Entretanto, quem conhece o trânsito na Turquia ou na Índia chega facilmente à conclusão de que guiar em Portugal até é muito fácil. Os condutores são no geral educados e guiam razoavelmente. Mas como não são muitos os que vão a esses países, “em Portugal guia-se cada vez pior”. A seu favor nesta afirmação, os opinadores contam com o testemunho do vice-presidente do Automóvel Clube da Suécia, que há largos anos veio passar férias a Portugal e foi questionado sobre o que achava da maneira de conduzir dos portugueses. A resposta veio imediata: “Francamente, parece-me que conduzem como ladrões de automóveis.” A comparação com a condução calma na Suécia é evidente.

Na Alemanha, há um grande número de automobilistas que são simultaneamente educadores e polícias. Na cidade de Berlim, por exemplo, com as suas longas e largas avenidas, só se atravessa quando o sinal está verde para os peões. Pode estar a choviscar ou mesmo a chover forte que o alemão não atravessa. Muitos dos estrangeiros, porém, têm uma mentalidade diferente. Se, mesmo ao longe, o automobilista alemão os vê a atravessar com o sinal que para si está verde acelera o mais que pode para lhes dar um correctivo imediato. Confesso que não sei, num caso destes, se o automobilista é considerado culpado, mas estou em crer que não. Afinal, quem infringiu a lei foi o peão e não o condutor da viatura. A não ser que este vá com excesso de velocidade.

Mas deixemos Berlim, onde um português pode estar neste momento prestes a bater o record mundial dos 30 metros ao atravessar uma avenida o mais rapidamente que consegue para não ser atropelado por um daqueles alemães-que-não-perdoam.

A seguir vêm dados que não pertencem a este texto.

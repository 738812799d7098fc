/**
 * The demo seed's steps are recorded in demo_seeds and the migrations in schema_migrations, each by
 * its own umzug storage. Both storages once shared umzug's default model name, so the seed's steps
 * landed in schema_migrations; a database seeded that way is repaired without being seeded twice.
 */
import { describe, expect, it } from 'vitest'
import { readdirSync } from 'node:fs'
import { join } from 'node:path'
import { SequelizeStorage } from 'umzug'
import { db } from '../../server/db/sequelize'
import { migrateUp, migrationStorage } from '../../server/db/migrate'
import { seedDemo } from '../../server/seed/index'

const steps = readdirSync(join(import.meta.dirname, '../../server/seed/steps')).filter((f) => /^\d{4}-.*\.ts$/.test(f)).map((f) => f.replace(/\.ts$/, '')).sort()
const seeds = () => new SequelizeStorage({ sequelize: db(), modelName: 'DemoSeedInTest', tableName: 'demo_seeds' })

describe('demo seed records', () => {
  it('a first start records every step in demo_seeds, none in schema_migrations, and a second start seeds nothing', async () => {
    // as `npm start` does: the migrations first (their storage is defined on the instance), then the seed
    await migrateUp()
    expect(await seedDemo()).toEqual(steps)
    expect((await seeds().executed()).sort()).toEqual(steps)
    const migrations = await migrationStorage().executed()
    expect(migrations.length).toBeGreaterThan(5)
    expect(migrations.filter((m) => steps.includes(m))).toEqual([])
    expect(await seedDemo()).toEqual([])
  }, 600_000)

  it('moves the steps that an earlier version recorded in schema_migrations, and seeds nothing over them', async () => {
    // the earlier version's records: the steps in schema_migrations, demo_seeds holding only the first two
    const s = seeds()
    for (const name of steps.slice(2)) await s.unlogMigration({ name })
    for (const name of steps) await migrationStorage().logMigration({ name })
    expect(await seedDemo()).toEqual([])
    expect((await seeds().executed()).sort()).toEqual(steps)
    expect((await migrationStorage().executed()).filter((m) => steps.includes(m))).toEqual([])
  }, 600_000)
})
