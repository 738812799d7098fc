import { fn, col } from 'sequelize'
import { models } from '../db/models'
import { conflict } from '../errors'
import type { SavedFilterInput } from '../../shared/schemas/queue'

export interface SavedFilter { id: string; name: string; query: SavedFilterInput['query'] }

export async function listSavedFilters(userId: string): Promise<SavedFilter[]> {
  const rows = await models().SavedFilter.findAll({ where: { userId }, attributes: ['id', 'name', 'query'], order: [[fn('lower', col('name')), 'ASC']] })
  return rows.map((r) => ({ id: r.id, name: r.name, query: r.query }))
}

export async function saveFilter(userId: string, input: SavedFilterInput): Promise<SavedFilter> {
  try {
    const r = await models().SavedFilter.create({ userId, name: input.name, query: input.query })
    return { id: r.id, name: r.name, query: r.query }
  } catch (e) {
    if ((e as { parent?: { code?: string } }).parent?.code === '23505') throw conflict('You already have a filter with that name', 'duplicate')
    throw e
  }
}

/** Deletes only the caller's own filter; someone else's id simply matches nothing. */
export async function deleteSavedFilter(userId: string, id: string): Promise<boolean> {
  return (await models().SavedFilter.destroy({ where: { id, userId } })) > 0
}
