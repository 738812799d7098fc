import { QueryTypes } from 'sequelize'
import { db } from '../db/sequelize'
import { conflict, notFound } from '../errors'
import { fillPlaceholders, type SnippetInput, type SnippetPlaceholder } from '../../shared/schemas/snippet'
import type { User } from '../../shared/schemas/auth'
import { readableCase } from './access'
import { latestTriage } from './triage'

export interface Snippet { id: string; title: string; body: string; updatedAt: string }

const rowToSnippet = (r: { id: string; title: string; body: string; updated_at: Date }): Snippet => ({ id: r.id, title: r.title, body: r.body, updatedAt: new Date(r.updated_at).toISOString() })

export async function listSnippets(): Promise<Snippet[]> {
  const rows = await db().query<{ id: string; title: string; body: string; updated_at: Date }>('SELECT id, title, body, updated_at FROM reply_snippets ORDER BY lower(title)', { type: QueryTypes.SELECT })
  return rows.map(rowToSnippet)
}

export async function saveSnippet(user: User, input: SnippetInput, id?: string): Promise<Snippet> {
  try {
    const rows = id
      ? await db().query<{ id: string; title: string; body: string; updated_at: Date }>('UPDATE reply_snippets SET title = $2, body = $3, updated_at = now() WHERE id = $1 RETURNING id, title, body, updated_at', { bind: [id, input.title, input.body], type: QueryTypes.SELECT })
      : await db().query<{ id: string; title: string; body: string; updated_at: Date }>('INSERT INTO reply_snippets (title, body, created_by) VALUES ($1, $2, $3) RETURNING id, title, body, updated_at', { bind: [input.title, input.body, user.id], type: QueryTypes.SELECT })
    if (!rows[0]) throw notFound('That snippet')
    return rowToSnippet(rows[0])
  } catch (e) {
    if ((e as { parent?: { code?: string } }).parent?.code === '23505') throw conflict('A snippet with that title exists already', 'duplicate')
    throw e
  }
}

export async function deleteSnippet(id: string): Promise<void> {
  await db().query('DELETE FROM reply_snippets WHERE id = $1', { bind: [id] })
}

/** Values for the placeholders, from the case, its room and its latest triage. */
export async function placeholderValues(user: User, caseId: string): Promise<Partial<Record<SnippetPlaceholder, string>>> {
  const c = await readableCase(user, caseId)
  const triage = await latestTriage(caseId)
  const [listener] = await db().query<{ name: string }>('SELECT name FROM users WHERE id = $1', { bind: [c.listenerId], type: QueryTypes.SELECT })
  const modes = (triage?.modes ?? []) as { kind: string; hz: number }[]
  const firstAxial = modes.find((m) => m.kind === 'axial')
  const schroeder = (triage?.reverberation as { schroederHz?: number } | undefined)?.schroederHz
  return {
    'listener.name': listener?.name,
    'case.title': c.title,
    'room.name': c.room.name,
    'room.dimensions': `${c.room.length} × ${c.room.width} × ${c.room.height} m`,
    'room.firstAxialHz': firstAxial ? `${firstAxial.hz.toFixed(1)} Hz` : undefined,
    'room.schroederHz': schroeder ? `${Math.round(schroeder)} Hz` : undefined,
    'advisor.name': user.name,
  }
}

export async function snippetsForCase(user: User, caseId: string) {
  const values = await placeholderValues(user, caseId)
  return (await listSnippets()).map((s) => ({ ...s, filled: fillPlaceholders(s.body, values) }))
}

Voltemos a Lisboa: “As pessoas hoje não se sabem comportar. Quem é que dá o lugar a esta senhora que traz o bebé ao colo?” pergunta a mulher que vai de pé no autocarro à cunha. É uma senhora já com alguma idade que se levanta. Um cavalheiro levanta-se do seu lugar e diz em voz alta: “Ó minha senhora, sente-se, sente-se, que já não é nova! Eu vou já sair. Dou o lugar àquela senhora com o bebé!” Conseguiu dois em um: para lá de deixar subentendido que a senhora que se tinha levantado era já velhota, ficou com os louros de oferecer o seu lugar. Grande homem!

          A questão do dar ou não dar o lugar persiste, porém, e a conversa estende-se lá para trás: “Vá lá, que mesmo assim houve alguém que se levantou. No outro dia uma senhora com mais de 80 anos foi de pé o tempo todo agarrada a um varão. Eu estava mesmo a ver quando o autocarro dava um solavanco maior e a senhora não se aguentava e caía!” “E você ia sentada?” perguntou-lhe outra passageira. “Fui a primeira a entrar no autocarro. Claro que ia sentada!” “Mas não deu o seu lugar à senhora de 80 anos!” “Nem tinha que dar. Esses lugares são lá mais para a frente. Estão reservados. Eu vinha desde o terminal!” “Ah, já percebi!” “Já percebeu o quê?!” “Já percebi que você é só garganta!” “Garganta é você! Donde é que me conhece? Andou comigo na escola? Nunca a vi lá! Se calhar nem à escola foi!” “Ó sua lambisgoia, veja lá com quem é que se está a meter! Ora esta! Vem uma pessoa sossegada para o autocarro e logo aparecem pessoas desta laia. Era só o que me faltava! Acabou a conversa!” “Acabou a conversa, nada! Então agora a senhora é que manda “Alto e pára o baile”? Só pára quando eu quiser. Por acaso vou sair na próxima, mas não me esqueço de si, sua velhaca!” O autocarro pára e a mulher sai. A passageira alvejada comenta para quem a quer ouvir: “Agora os autocarros estão cheios desta gentinha. Ofendem os outros e depois vão-se embora. Ai que saudades que eu tenho dos tempos da outra senhora. Havia outra educação, não se chamavam nomes.” Saem mais passageiros. A senhora fica a falar sozinha. Ninguém lhe responde. Por hoje o teatro acabou. Amanhã há mais.